# [About this exercise]
When you spot the word "cells" in a line of the data below, copy that line.

[Stored data]
*** Block opens ***
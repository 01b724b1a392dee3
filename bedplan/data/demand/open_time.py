"""How many patients come while a bed is free, and whether a freed bed is taken by somebody who was waiting for it."""

from __future__ import annotations

from dataclasses import dataclass
from typing import TYPE_CHECKING

import numpy as np
from scipy import special

from bedplan.data.wards.occupancy import open_beds, present

if TYPE_CHECKING:
    import pandas as pd
    from numpy.typing import NDArray

    from bedplan.data.beside.capacity import Capacity
    from bedplan.data.cleaning.records import Records

WEEK_HOURS, DAY_MINUTES, HOUR_MINUTES = 168, 1_440, 60
LEAST_OPEN = 0.05  # of some hour of the week, or of a month: below it, nothing can be told of that hour
# Left out after a full ward gets a bed: whoever comes then may have been waiting. Common practice, no source.
SETTLING_MINUTES = 240
RUSH = 2.5  # times the usual rate within that time, from which patients queue. Common practice, no source.
ROUNDS = 60


@dataclass(frozen=True, slots=True)
class OpenTime:
    """What a ward's free and full hours tell about those who ask for a bed there.

    ``per_day``: patients who ask for a bed, a day, with its standard error ``error``, from those who came while a bed
    was free. ``share_full``: of all time. ``least_open``: share of time with a free bed in the worst hour of the week
    or month. ``taken``: patients who took a bed of a full ward within four hours of its coming free;
    ``taken_usually``: as many as would have by the usual rate.
    """

    per_day: float
    error: float
    share_full: float
    least_open: float
    taken: int
    taken_usually: float

    @property
    def rush(self) -> float:
        """How many times as fast as usual is a freed bed of the full ward taken?"""
        return self.taken / self.taken_usually if self.taken_usually > 0 else 1.0

    @property
    def is_queued_for(self) -> bool:
        """Do patients wait for this ward's beds? Freed beds are taken much faster than usual, beyond chance."""
        by_chance = special.gammaincinv(max(self.taken, 1), 0.01)  # fewest on average that could give so many
        return self.rush >= RUSH and by_chance > self.taken_usually

    @property
    def can_tell(self) -> bool:
        """Was there enough open time in every hour of the week and every month?"""
        return self.least_open >= LEAST_OPEN


@dataclass(frozen=True, slots=True)
class WardMinutes:
    """Every minute of the window: is the ward full, and has a bed been free for a while; who came and left when.

    ``free`` (days, 24): beds free at half past each hour (0: full, or fuller than its beds).
    ``cell`` (minutes,): hour of the week × 12 + month, −1 on days that don't count. ``came`` and ``left``: minutes of
    the window, ascending.
    """

    first_second: int
    is_full: NDArray[np.bool_]
    free: NDArray[np.int64]
    is_open: NDArray[np.bool_]
    cell: NDArray[np.int16]
    came: NDArray[np.int64]
    left: NDArray[np.int64]

    def moments(self, times: pd.Series) -> NDArray[np.int64]:
        """In which minutes of the window were these times? Ascending."""
        return _moments(times, self.first_second, self.is_full.size)

    def per_cell(self, which: NDArray[np.int64] | NDArray[np.bool_] | slice) -> NDArray[np.int64]:
        """How many of these minutes fall in each hour of the week and each month? An array (168, 12)."""
        cells = self.cell[which]
        return np.bincount(cells[cells >= 0], minlength=WEEK_HOURS * 12).reshape(WEEK_HOURS, 12)


def _moments(times: pd.Series, first_second: int, minutes: int) -> NDArray[np.int64]:
    known = times.dropna().to_numpy().astype("datetime64[s]").astype(np.int64)
    inside = np.sort((known - first_second) // 60)
    return inside[(inside > 0) & (inside < minutes)]


def ward_minutes(
    records: Records, on_ward: pd.DataFrame, ward: str, capacity: Capacity, fewer: NDArray[np.int64] | int = 0
) -> WardMinutes:
    """When was this ward full, and when had it had a free bed for four hours? ``on_ward``: all stays on it.

    ``fewer``: so many of its stated beds, on each day or on all, are taken not to be there.
    """
    beds = open_beds(records, ward, capacity, 1) - fewer
    free = np.repeat(beds, DAY_MINUTES) - present(records, on_ward, 60)
    is_full, half_hours = free <= 0, free[HOUR_MINUTES // 2 :: HOUR_MINUTES]  # beds change hands on the hour
    minute = np.arange(is_full.size, dtype=np.int32)
    last_full = np.maximum.accumulate(np.where(is_full, minute, np.int32(-SETTLING_MINUTES - 1)))
    counts = records.counted_days
    hours = (np.arange(records.days * 24) + 24 * records.window[0].weekday()) % WEEK_HOURS
    cell = hours * 12 + np.repeat(records.calendar.month.to_numpy() - 1, 24)
    first = int(records.window[0].timestamp())
    return WardMinutes(
        first_second=first,
        is_full=is_full,
        free=np.maximum(half_hours, 0).reshape(-1, 24),
        is_open=np.repeat(counts, DAY_MINUTES) & (minute - last_full > SETTLING_MINUTES),
        cell=np.repeat(np.where(np.repeat(counts, 24), cell, -1).astype(np.int16), HOUR_MINUTES),
        came=_moments(on_ward["start"], first, is_full.size),
        left=_moments(on_ward["end"], first, is_full.size),
    )


def watch_open_time(minutes: WardMinutes, asking: pd.DataFrame) -> OpenTime:
    """How many patients ask for a bed on this ward, by those who come while it has one?

    ``asking``: the stays on it whose patients would have gone elsewhere had it been full. Counted hour of the week by
    hour of the week and month by month, because beds are free at night and in summer, when few come: rate =
    admissions ÷ time with a bed free. The four hours after a full ward gets a bed are left out, so that a patient who
    waited a little is not taken for one who has just come. Holds where patients come independently of each other and
    go elsewhere at once when the ward is full.

    Source: Wolff 1982 (Poisson arrivals see time averages); the two-way rates are the maximum likelihood fit of a
    product of hour and month (Deming & Stephan 1940).
    Checked by: tests/data/demand/test_hidden_demand.py
    """
    asked = minutes.moments(asking["start"])
    came = minutes.per_cell(asked[minutes.is_open[asked - 1]])
    open_time, all_time = minutes.per_cell(minutes.is_open), minutes.per_cell(slice(None))
    rates = _rates(came, open_time, all_time)
    days = all_time.sum() / DAY_MINUTES
    by_hour = (rates * all_time).sum(axis=1)
    seen = np.maximum(came.sum(axis=1), 1)
    taken, usually = _after_full(minutes, asked, rates)
    return OpenTime(
        per_day=float(by_hour.sum() / days),
        error=float(np.sqrt((by_hour**2 / seen).sum()) / days),
        share_full=float(minutes.is_full[minutes.cell >= 0].mean()),
        least_open=min(float(_open_shares(open_time, all_time, axis).min()) for axis in (0, 1)),
        taken=taken,
        taken_usually=usually,
    )


def _rates(came: NDArray[np.int64], open_time: NDArray[np.int64], all_time: NDArray[np.int64]) -> NDArray[np.float64]:
    """Return patients a minute for each hour of the week and month (168, 12): an hour's rate × a month's factor.

    An hour or month with hardly any open time is taken to be as busy as the busiest of the others.
    """
    told = [_open_shares(open_time, all_time, axis) >= LEAST_OPEN for axis in (0, 1)]
    month = (all_time.sum(axis=0) > 0).astype(float)
    for _ in range(ROUNDS):
        hour = came.sum(axis=1) / np.maximum(open_time @ month, 1e-9)
        month = came.sum(axis=0) / np.maximum(hour @ open_time, 1e-9)
    month, hour = (
        np.where(known | ~known.any(), factors, factors[known].max(initial=0.0))
        for known, factors in zip(told, (month, hour), strict=True)
    )
    return hour[:, None] * month


def _open_shares(part: NDArray[np.int64], whole: NDArray[np.int64], axis: int) -> NDArray[np.float64]:
    """Return the share of part in whole for the months (axis 0) or hours (axis 1); 1 for those that the file lacks."""
    seen = whole.sum(axis=axis)
    return np.where(seen > 0, part.sum(axis=axis) / np.maximum(seen, 1), 1.0)


def _after_full(minutes: WardMinutes, asked: NDArray[np.int64], rates: NDArray[np.float64]) -> tuple[int, float]:
    """Return how often the next patient came within four hours of a full ward's bed coming free, and how often usually.

    Each freed bed is watched until the next patient comes, four hours at most; usual is what the rates give over the
    time watched. A next patient who is not among those asking ends the watch but is not counted.
    """
    end = minutes.is_full.size - 1
    freed = minutes.left[minutes.is_full[minutes.left - 1] & (minutes.cell[minutes.left] >= 0)]
    soonest = np.append(minutes.came, end)[np.searchsorted(minutes.came, freed)]
    watched = np.minimum(np.minimum(soonest, freed + SETTLING_MINUTES), end)
    usual = np.concatenate(([0.0], np.cumsum(rates.ravel()[np.maximum(minutes.cell, 0)])))
    taken = (soonest <= freed + SETTLING_MINUTES) & np.isin(soonest, asked)
    return int(taken.sum()), float((usual[watched] - usual[freed]).sum())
*** Block closes ***
# [Solution to this exercise]
        cells = self.cell[which]
        return np.bincount(cells[cells >= 0], minlength=WEEK_HOURS * 12).reshape(WEEK_HOURS, 12)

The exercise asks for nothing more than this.